Viele Länder erlauben Deutschen die Einreise nur mit einem Visum. Für Urlauber reicht in der Regel ein Touristenvisum, das sie häufig online beantragen können. Noch komfortabler ist das Visa on arrival. Was Urlauber zu der Einreiseerlaubnis wissen sollten:
Das Visum on arrival kann die Einreise erleichtern. In Ägypten etwa wird die Gebühr einfach bei der Ankunft bezahlt - das Visum wird dann vor Ort in den Pass geklebt. Foto: Rolf Vennenbernd Das Visum on arrival kann die Einreise erleichtern. In Ägypten etwa wird die Gebühr einfach bei der Ankunft bezahlt - das Visum wird dann vor Ort in den Pass geklebt.
Bonn. 

Visum ist nicht gleich Visum. Für manche Länder müssen Reisende die Einreiseerlaubnis bei der Botschaft oder einem Konsulat beantragen, sofern der Reiseveranstalter ihnen diese Arbeit nicht abnimmt. Das kann zeitaufwendig sein. Und dann gibt es sogenannte Visa on arrival.
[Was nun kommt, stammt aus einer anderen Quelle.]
/// A random formula over `names` (every name in it is visible there).
fn expr(rng: &mut Stream, names: &[String], depth: u32) -> String {
    if depth == 0 || rng.below(3) == 0 {
        return if names.is_empty() || rng.below(3) == 0 {
            format!("{}", number(rng, -3.0, 3.0))
        } else {
            pick(rng, names).clone()
        };
    }
    let mut sub = || expr(rng, names, depth - 1);
    let (a, b, c) = (sub(), sub(), sub());
    match rng.below(12) {
        0 => format!("({a} + {b})"),
        1 => format!("({a} - {b})"),
        2 => format!("({a} * {b})"),
        3 => format!("({a} / (1 + abs({b})))"),
        4 => format!("sin({a})"),
        5 => format!("tanh({a})"),
        6 => format!("clamp({a}, -5, 5)"),
        7 => format!("mod({a}, 2)"),
        8 => format!("wrap({a}, -1, 1)"),
        9 => format!("(if {a} > {b} then {b} else {c})"),
        10 => format!("max({a}, {b})"),
        _ => format!("min({a}, {b}) * 0.5"),
    }
}

/// A random formula task that must be accepted: its state variables,
/// whether it is discrete, and the definition.
fn formula_task(rng: &mut Stream) -> (Vec<String>, Value) {
    let n = 1 + rng.below(3);
    let vars: Vec<String> = (0..n).map(|i| format!("v{i}")).collect();
    let state: Vec<Value> = vars
        .iter()
        .map(|v| {
            let low = number(rng, -5.0, 0.0);
            let high = low + number(rng, 0.5, 5.0);
            let start = if rng.below(2) == 0 { json!(low) } else { json!([low, high]) };
            json!({"name": v, "start": start, "low": low, "high": high, "clip": rng.below(2) == 0})
        })
        .collect();
    let mut task = json!({"kind": "formula", "state": state});
    let mut names = vars.clone();
    if rng.below(2) == 0 {
        let k = 2 + rng.below(3);
        let actions: Vec<Value> =
            (0..k).map(|i| json!({"name": format!("act{i}"), "set": {"push": i as f64 - 1.0}})).collect();
        task["actions"] = json!(actions);
        names.extend(["push".to_string(), "action".to_string(), "act0".to_string()]);
    } else {
        let m = 1 + rng.below(2);
        let controls: Vec<Value> =
            (0..m).map(|i| json!({"name": format!("u{i}"), "low": -1, "high": 1})).collect();
        task["controls"] = json!(controls);
        names.extend((0..m).map(|i| format!("u{i}")));
    }
    if rng.below(2) == 0 {
        task["constants"] = json!({"gain": number(rng, -2.0, 2.0)});
        names.push("gain".into());
    }
    names.extend(["dt".to_string(), "pi".to_string()]);
    let mut lets = Vec::new();
    for i in 0..rng.below(3) {
        lets.push(json!({"name": format!("l{i}"), "formula": expr(rng, &names, 2)}));
        names.push(format!("l{i}"));
    }
    if !lets.is_empty() {
        task["let"] = json!(lets);
    }
    let update: serde_json::Map<String, Value> =
        vars.iter().map(|v| (v.clone(), json!(format!("{v} + dt * {}", expr(rng, &names, 2))))).collect();
    task["update"] = Value::Object(update);
    if rng.below(2) == 0 {
        task["terminal"] = json!(format!("abs({}) > 4", pick(rng, &vars)));
    }
    let mut reward_names = names.clone();
    reward_names.extend(vars.iter().map(|v| format!("{v}'")));
    reward_names.push("terminal".into());
    task["reward"] = json!(expr(rng, &reward_names, 3));
    task["dt"] = json!(pick(rng, &[0.05, 0.1, 1.0]));
    task["substeps"] = json!(1 + rng.below(3));
    task["max_steps"] = json!(20 + rng.below(100));
    (vars, task)
}

/// A random table task that must be accepted: a chain of states whose
/// action 0 always may move on, so the last (terminal) state is reached.
fn table_task(rng: &mut Stream) -> Value {
    let n = 2 + rng.below(5);
    let k = 1 + rng.below(3);
    let states: Vec<String> = (0..n).map(|i| format!("s{i}")).collect();
    let actions: Vec<String> = (0..k).map(|i| format!("a{i}")).collect();
    let continuing = rng.below(4) == 0;
    let last = if continuing { n } else { n - 1 };
    let mut rows = Vec::new();
    for s in 0..last {
        for (a, action) in actions.iter().enumerate() {
            let onward = if a == 0 { (s + 1) % n } else { rng.below(n) };
            let stay = number(rng, 0.0, 0.9);
            for (to, p) in [(s, stay), (onward, 1.0 - stay)] {
                let reward = number(rng, -10.0, 10.0);
                rows.push(json!({"from": states[s], "action": action, "to": states[to], "probability": p, "reward": reward}));
            }
        }
    }
    let mut task = json!({
        "kind": "table", "states": states, "actions": actions, "rows": rows,
        "start": {"s0": 1}, "discount": number(rng, 0.5, 1.0), "max_steps": 10 + rng.below(100)
    });
    if continuing {
        task["continuing"] = json!(true);
    } else {
        task["terminal_states"] = json!([states[n - 1]]);
    }
    if rng.below(3) == 0 {
        let observe: serde_json::Map<String, Value> =
            states.iter().enumerate().map(|(i, s)| (s.clone(), json!([(i % 2) as f64, 1.0]))).collect();
        task["observe"] = Value::Object(observe);
    }
    task
}

fn config(task: &Value) -> Value {
    json!({
        "schema": 1, "task": task, "steps": 500, "seeds": 1,
        "base": {"family": "a2c"}, "variants": [{"label": "A"}]
    })
}

/// What a mutation is expected to give: refused with a problem whose path
/// (relative to the task) starts with `path`, or accepted but its job fails
/// with a reason containing `reason`.
enum Expect {
    Refused(String),
    Fails(String),
}

fn refused(path: impl Into<String>) -> Option<Expect> {
    Some(Expect::Refused(path.into()))
}

/// Breaks a valid formula task one way; `None` when the way does not apply.
fn mutate_formula(rng: &mut Stream, vars: &[String], task: &mut Value) -> Option<Expect> {
    let v = pick(rng, vars).clone();
    match rng.below(10) {
        0 => {
            // A misspelt name in an update.
            task["update"][&v] = json!(format!("{v} + {v}x"));
            refused(format!("update.{v}"))
        }
        1 => {
            task["update"].as_object_mut().unwrap().remove(&v);
            refused(format!("update.{v}"))
        }
        2 => {
            task["update"]["speed"] = json!("1");
            refused("update.speed")
        }
        3 => {
            // Both kinds of action, or neither.
            if task.get("actions").is_some() {
                task["controls"] = json!([{"name": "u9", "low": -1, "high": 1}]);
            } else {
                task.as_object_mut().unwrap().remove("controls");
            }
            refused("actions")
        }
        4 => {
            // An update that is NaN at the first step.
            task["update"][&v] = json!(format!("{v} + sqrt(-1 - abs({v}))"));
            task["terminal"] = json!("");
            Some(Expect::Fails(format!("state variable `{v}` became NaN")))
        }
        5 => {
            task["reward"] = json!(format!("log(-1 - abs({v}))"));
            Some(Expect::Fails("task.reward gave NaN".into()))
        }
        6 => {
            // Wrong types.
            let (field, value, path) = match rng.below(5) {
                0 => ("dt", json!("0.1"), "dt"),
                1 => ("substeps", json!(-1), "substeps"),
                2 => ("reward", json!(1), "reward"),
                3 => ("update", json!([]), "update"),
                _ => ("state", json!({"name": "v0"}), "state"),
            };
            task[field] = value;
            refused(path)
        }
        7 => {
            // A primed name where only the reward may use one.
            task["update"][&v] = json!(format!("{v}'"));
            refused(format!("update.{v}"))
        }
        8 => {
            let i = vars.iter().position(|x| *x == v).unwrap();
            match rng.below(3) {
                0 => task["state"][i]["name"] = json!("dt"),
                1 => task["state"][i]["start"] = json!([2, 1]),
                _ => task["state"][i]["high"] = task["state"][i]["low"].clone(),
            }
            refused(format!("state[{i}]"))
        }
        _ => {
            let (field, value) =
                *pick(rng, &[("substeps", 0.0), ("dt", 0.0), ("max_steps", 0.0), ("discount", 2.0)]);
            task[field] = json!(value);
            refused(field)
        }
    }
}

/// Breaks a valid table task one way.
fn mutate_table(rng: &mut Stream, task: &mut Value) -> Option<Expect> {
    let rows = task["rows"].as_array().unwrap().len();
    let r = rng.below(rows);
    let continuing = task.get("continuing").is_some();
    match rng.below(9) {
        0 => {
            // An unknown state or action name.
            let (field, name) = *pick(rng, &[("from", "nowhere"), ("to", "s99"), ("action", "jump")]);
            task["rows"][r][field] = json!(name);
            refused(format!("rows[{r}].{field}"))
        }
        1 => {
            // Probabilities that do not sum to 1.
            let p = task["rows"][r]["probability"].as_f64().unwrap();
            task["rows"][r]["probability"] = json!(if p > 0.5 { p - 0.25 } else { p + 0.25 });
            refused("rows")
        }
        2 => {
            // A (state, action) pair with no rows (both rows of the pair).
            let r = r - r % 2;
            let list = task["rows"].as_array_mut().unwrap();
            list.remove(r);
            list.remove(r);
            refused("rows")
        }
        3 if !continuing => {
            // The terminal state cut off: no row with probability above 0 leads there.
            let terminal = task["terminal_states"][0].clone();
            for row in task["rows"].as_array_mut().unwrap() {
                if row["to"] == terminal {
                    row["to"] = row["from"].clone();
                }
            }
            refused("terminal_states[0]")
        }
        4 => {
            task["start"] = json!({"s0": 0.5, "s1": 0.4});
            refused("start")
        }
        5 => {
            let (field, value) = match rng.below(4) {
                0 => ("rows", json!({"from": "s0"})),
                1 => ("states", json!("s0")),
                2 => ("discount", json!("high")),
                _ => ("max_steps", json!(-3)),
            };
            task[field] = value;
            refused(field)
        }
        6 => {
            task["rows"][r]["probability"] = json!("1");
            refused(format!("rows[{r}].probability"))
        }
        7 => {
            let dup = task["states"][0].clone();
            task["states"].as_array_mut().unwrap().push(dup);
            refused("states[")
        }
        8 if !continuing => {
            // A terminal state nobody listed.
            task["terminal_states"].as_array_mut().unwrap().push(json!("s42"));
            refused("terminal_states[1]")
        }
        _ => None,
    }
}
Visa on arrival heißt grundsätzlich: Das Visum wird nicht vor Beginn der Reise, sondern bei Ankunft am Flughafen oder an einer Landesgrenze erteilt, wie Alexander Braun vom Visa Dienst Bonn erklärt. Manchmal ist das Prozedere dann recht simpel: In Ägypten zum Beispiel besteht die Möglichkeit, einfach bei der Einreise die Gebühr zu bezahlen - das Visum wird dann vor Ort in den Pass geklebt.

Bei anderen Staaten muss das Visum zwingend vor der Reise elektronisch beantragt werden, damit es bei der Einreise erteilt werden kann. Der Urlauber muss dann zwar nicht zu einer Botschaft, aber er kann auch nicht einfach im Zielland am Flughafen auftauchen und erwarten, dass er dort das Visum erhält. Braun nennt Indien als Beispiel. Hier funktioniere die Beantragung des Visums ähnlich wie bei der Esta-Einreisegenehmigung für die USA: „Das geht alles online”, sagt der Experte. Auch die Gebühr wird online bezahlt. Das Touristenvisum erhält der Urlauber dann bei der Ankunft.

Wichtig: Reisende sollten sich genau informieren, wo genau Visa on arrival ausgestellt werden. Denn oft ist dies nur an internationalen Flughäfen und bestimmten Grenzübergängen möglich, erklärt das Auswärtige Amt. Das gilt zum Beispiel für Iran.